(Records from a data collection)
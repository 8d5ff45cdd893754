import { accountRoutes } from './accounts/routes.ts';
import { accuracyRoutes } from './accuracy/routes.ts';
import { blockRoutes } from './blocks/routes.ts';
import { classRoutes } from './classes/routes.ts';
import { designRoutes } from './designs/routes.ts';
import { eventRoutes } from './events/routes.ts';
import { jobRoutes } from './jobs/routes.ts';
import { memberRoutes } from './members/routes.ts';
import { createOpenApiRoutes } from './openapi/routes.ts';
import { projectRoutes } from './projects/routes.ts';
import { recipeRoutes } from './recipes/routes.ts';
import type { Route } from './route.ts';
import { runRoutes } from './runs/routes.ts';
import { sampleRoutes } from './samples/routes.ts';
import { presenceRoutes } from './samples/presence-routes.ts';
import { sampleReviewRoutes } from './samples/review-routes.ts';
import { signatureRoutes } from './samples/signature-routes.ts';
import { sceneRoutes } from './scenes/routes.ts';
import { sessionRoutes } from './session/routes.ts';
import { zoneRoutes } from './zones/routes.ts';
import { tuningRoutes } from './tunings/routes.ts';

/** Every route of the product, in the order the API document lists them. */
export const routes: readonly Route[] = [
  ...sessionRoutes,
  ...accountRoutes,
  ...projectRoutes,
  ...memberRoutes,
  ...sceneRoutes,
  ...classRoutes,
  ...sampleRoutes,
  ...sampleReviewRoutes,
  ...blockRoutes,
  ...presenceRoutes,
  ...signatureRoutes,
  ...runRoutes,
  ...jobRoutes,
  ...recipeRoutes,
  ...tuningRoutes,
  ...accuracyRoutes,
  ...designRoutes,
  ...zoneRoutes,
  ...eventRoutes,
  ...createOpenApiRoutes(() => routes),
];
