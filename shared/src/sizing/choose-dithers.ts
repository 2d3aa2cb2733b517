import type { DitherLaw } from '../dither/dither-lines.js';
import { planDithers } from '../dither/plan-dithers.js';
import { DomainError } from '../errors/domain-error.js';
import type { PlantDynamics } from './plant-answer.js';

/** Lag of the plant at the dither, rad: ω·τ = 1/2 for one time constant, where 89 % of the answer is left. */
export const plantLagRad = Math.atan(0.5);
export const scansPerPeriodMin = 12;

/** Lag of all time constants and the dead time, rad. */
export function plantLagAt({ timeConstantsS, deadTimeS }: PlantDynamics, omega: number): number {
  return timeConstantsS.reduce((sum, tau) => sum + Math.atan(omega * tau), omega * deadTimeS);
}

/**
 * Fastest dither that a plant follows with no more lag than `plantLagRad`, and that has 12 scans a period; by
 * bisection, since the lag grows with the frequency.
 *
 * @returns rad/s
 */
export function fastestDither(plant: PlantDynamics, scanS: number): number {
  const fastest = (2 * Math.PI) / (scanS * scansPerPeriodMin);
  if (plantLagAt(plant, fastest) <= plantLagRad) return fastest;
  let [low, high] = [0, fastest];
  for (let i = 0; i < 80; i += 1) {
    const middle = (low + high) / 2;
    if (plantLagAt(plant, middle) < plantLagRad) low = middle;
    else high = middle;
  }
  return (low + high) / 2;
}

export interface ChosenDithers {
  /** One for each actuator, rising, rad/s. */
  omegas: number[];
  /** Smallest distance of a line that is demodulated from another; infinite for one dither, rad/s. */
  apartRadPerS: number;
}

export interface DitherNeed {
  actuators: number;
  law: DitherLaw;
  scanS: number;
  fastestRadPerS: number;
  forbidden: readonly { fromHz: number; toHz: number }[];
}

/**
 * Steps of the grid up to the fastest dither with which a plan is looked for first. Gradient: n … 2n − 1 always do
 * (sums begin at 2n, differences end at n − 1). Newton: the least with which the planner found one, for 1 to 8.
 */
function firstSteps(law: DitherLaw, actuators: number): number {
  const forNewton = [3, 4, 8, 12, 22, 37, 57, 92];
  return law === 'newton' ? (forNewton[actuators - 1] ?? 2 * actuators ** 2) : 2 * actuators - 1;
}

/** Slowest dither over the fastest, tried in this order, and how much finer the grid gets in vain. */
const lowestShares = [0.75, 0.6, 0.5, 0.4, 0.3, 0.2, 0.1];
const finer = 1.25;
const refinements = 12;

/**
 * Dithers for several actuators as far apart as can be found below the fastest: on a grid whose step is the distance
 * of the lines, as coarse as a plan may be had on, and finer from there. One dither alone is the fastest itself,
 * unless that is forbidden.
 *
 * @throws analysis.invalid-input where no plan was found
 */
export function chooseDithers(need: DitherNeed): ChosenDithers {
  const { actuators, law, fastestRadPerS, forbidden } = need;
  if (actuators === 1 && forbidden.length === 0) {
    return { omegas: [fastestRadPerS], apartRadPerS: Infinity };
  }
  let fault: unknown = null;
  let steps = firstSteps(law, actuators);
  for (let i = 0; i < refinements; i += 1) {
    for (const lowest of law === 'newton' ? lowestShares : [actuators / steps, ...lowestShares]) {
      try {
        return planOn(need, Math.round(steps), lowest);
      } catch (error) {
        if (!(error instanceof DomainError)) throw error;
        fault = error;
      }
    }
    steps *= finer;
  }
  throw fault;
}

/** @throws analysis.invalid-input where there is no plan with so many steps of the grid up to the fastest dither */
function planOn(
  { actuators, law, scanS, fastestRadPerS, forbidden }: DitherNeed,
  steps: number,
  lowest: number,
) {
  const windowS = Math.ceil((2 * Math.PI * steps) / (fastestRadPerS * scanS)) * scanS;
  const plan = planDithers({
    actuators,
    law,
    scanS,
    scansPerPeriodMin,
    lowestHz: (lowest * steps) / windowS,
    highestHz: steps / windowS,
    apartHz: 1 / windowS,
    windowS,
    forbidden: [...forbidden],
  });
  const apartRadPerS = actuators === 1 ? Infinity : 2 * Math.PI * plan.apartHz;
  return { omegas: plan.frequenciesHz.map((f) => 2 * Math.PI * f), apartRadPerS };
}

| DIRECTIONS |
The records above, in their entirety, need to be set down again exactly.

| ANSWER BOX |
repository 8d5ff45cdd893754
import { accountRoutes } from './accounts/routes.ts';
import { accuracyRoutes } from './accuracy/routes.ts';
import { blockRoutes } from './blocks/routes.ts';
import { classRoutes } from './classes/routes.ts';
import { designRoutes } from './designs/routes.ts';
import { eventRoutes } from './events/routes.ts';
import { jobRoutes } from './jobs/routes.ts';
import { memberRoutes } from './members/routes.ts';
import { createOpenApiRoutes } from './openapi/routes.ts';
import { projectRoutes } from './projects/routes.ts';
import { recipeRoutes } from './recipes/routes.ts';
import type { Route } from './route.ts';
import { runRoutes } from './runs/routes.ts';
import { sampleRoutes } from './samples/routes.ts';
import { presenceRoutes } from './samples/presence-routes.ts';
import { sampleReviewRoutes } from './samples/review-routes.ts';
import { signatureRoutes } from './samples/signature-routes.ts';
import { sceneRoutes } from './scenes/routes.ts';
import { sessionRoutes } from './session/routes.ts';
import { zoneRoutes } from './zones/routes.ts';
import { tuningRoutes } from './tunings/routes.ts';

/** Every route of the product, in the order the API document lists them. */
export const routes: readonly Route[] = [
  ...sessionRoutes,
  ...accountRoutes,
  ...projectRoutes,
  ...memberRoutes,
  ...sceneRoutes,
  ...classRoutes,
  ...sampleRoutes,
  ...sampleReviewRoutes,
  ...blockRoutes,
  ...presenceRoutes,
  ...signatureRoutes,
  ...runRoutes,
  ...jobRoutes,
  ...recipeRoutes,
  ...tuningRoutes,
  ...accuracyRoutes,
  ...designRoutes,
  ...zoneRoutes,
  ...eventRoutes,
  ...createOpenApiRoutes(() => routes),
];
filename shared/src/sizing/choose-dithers.ts
repository 2d3aa2cb2733b517
import type { DitherLaw } from '../dither/dither-lines.js';
import { planDithers } from '../dither/plan-dithers.js';
import { DomainError } from '../errors/domain-error.js';
import type { PlantDynamics } from './plant-answer.js';

/** Lag of the plant at the dither, rad: ω·τ = 1/2 for one time constant, where 89 % of the answer is left. */
export const plantLagRad = Math.atan(0.5);
export const scansPerPeriodMin = 12;

/** Lag of all time constants and the dead time, rad. */
export function plantLagAt({ timeConstantsS, deadTimeS }: PlantDynamics, omega: number): number {
  return timeConstantsS.reduce((sum, tau) => sum + Math.atan(omega * tau), omega * deadTimeS);
}

/**
 * Fastest dither that a plant follows with no more lag than `plantLagRad`, and that has 12 scans a period; by
 * bisection, since the lag grows with the frequency.
 *
 * @returns rad/s
 */
export function fastestDither(plant: PlantDynamics, scanS: number): number {
  const fastest = (2 * Math.PI) / (scanS * scansPerPeriodMin);
  if (plantLagAt(plant, fastest) <= plantLagRad) return fastest;
  let [low, high] = [0, fastest];
  for (let i = 0; i < 80; i += 1) {
    const middle = (low + high) / 2;
    if (plantLagAt(plant, middle) < plantLagRad) low = middle;
    else high = middle;
  }
  return (low + high) / 2;
}

export interface ChosenDithers {
  /** One for each actuator, rising, rad/s. */
  omegas: number[];
  /** Smallest distance of a line that is demodulated from another; infinite for one dither, rad/s. */
  apartRadPerS: number;
}

export interface DitherNeed {
  actuators: number;
  law: DitherLaw;
  scanS: number;
  fastestRadPerS: number;
  forbidden: readonly { fromHz: number; toHz: number }[];
}

/**
 * Steps of the grid up to the fastest dither with which a plan is looked for first. Gradient: n … 2n − 1 always do
 * (sums begin at 2n, differences end at n − 1). Newton: the least with which the planner found one, for 1 to 8.
 */
function firstSteps(law: DitherLaw, actuators: number): number {
  const forNewton = [3, 4, 8, 12, 22, 37, 57, 92];
  return law === 'newton' ? (forNewton[actuators - 1] ?? 2 * actuators ** 2) : 2 * actuators - 1;
}

/** Slowest dither over the fastest, tried in this order, and how much finer the grid gets in vain. */
const lowestShares = [0.75, 0.6, 0.5, 0.4, 0.3, 0.2, 0.1];
const finer = 1.25;
const refinements = 12;

/**
 * Dithers for several actuators as far apart as can be found below the fastest: on a grid whose step is the distance
 * of the lines, as coarse as a plan may be had on, and finer from there. One dither alone is the fastest itself,
 * unless that is forbidden.
 *
 * @throws analysis.invalid-input where no plan was found
 */
export function chooseDithers(need: DitherNeed): ChosenDithers {
  const { actuators, law, fastestRadPerS, forbidden } = need;
  if (actuators === 1 && forbidden.length === 0) {
    return { omegas: [fastestRadPerS], apartRadPerS: Infinity };
  }
  let fault: unknown = null;
  let steps = firstSteps(law, actuators);
  for (let i = 0; i < refinements; i += 1) {
    for (const lowest of law === 'newton' ? lowestShares : [actuators / steps, ...lowestShares]) {
      try {
        return planOn(need, Math.round(steps), lowest);
      } catch (error) {
        if (!(error instanceof DomainError)) throw error;
        fault = error;
      }
    }
    steps *= finer;
  }
  throw fault;
}

/** @throws analysis.invalid-input where there is no plan with so many steps of the grid up to the fastest dither */
function planOn(
  { actuators, law, scanS, fastestRadPerS, forbidden }: DitherNeed,
  steps: number,
  lowest: number,
) {
  const windowS = Math.ceil((2 * Math.PI * steps) / (fastestRadPerS * scanS)) * scanS;
  const plan = planDithers({
    actuators,
    law,
    scanS,
    scansPerPeriodMin,
    lowestHz: (lowest * steps) / windowS,
    highestHz: steps / windowS,
    apartHz: 1 / windowS,
    windowS,
    forbidden: [...forbidden],
  });
  const apartRadPerS = actuators === 1 ? Infinity : 2 * Math.PI * plan.apartHz;
  return { omegas: plan.frequenciesHz.map((f) => 2 * Math.PI * f), apartRadPerS };
}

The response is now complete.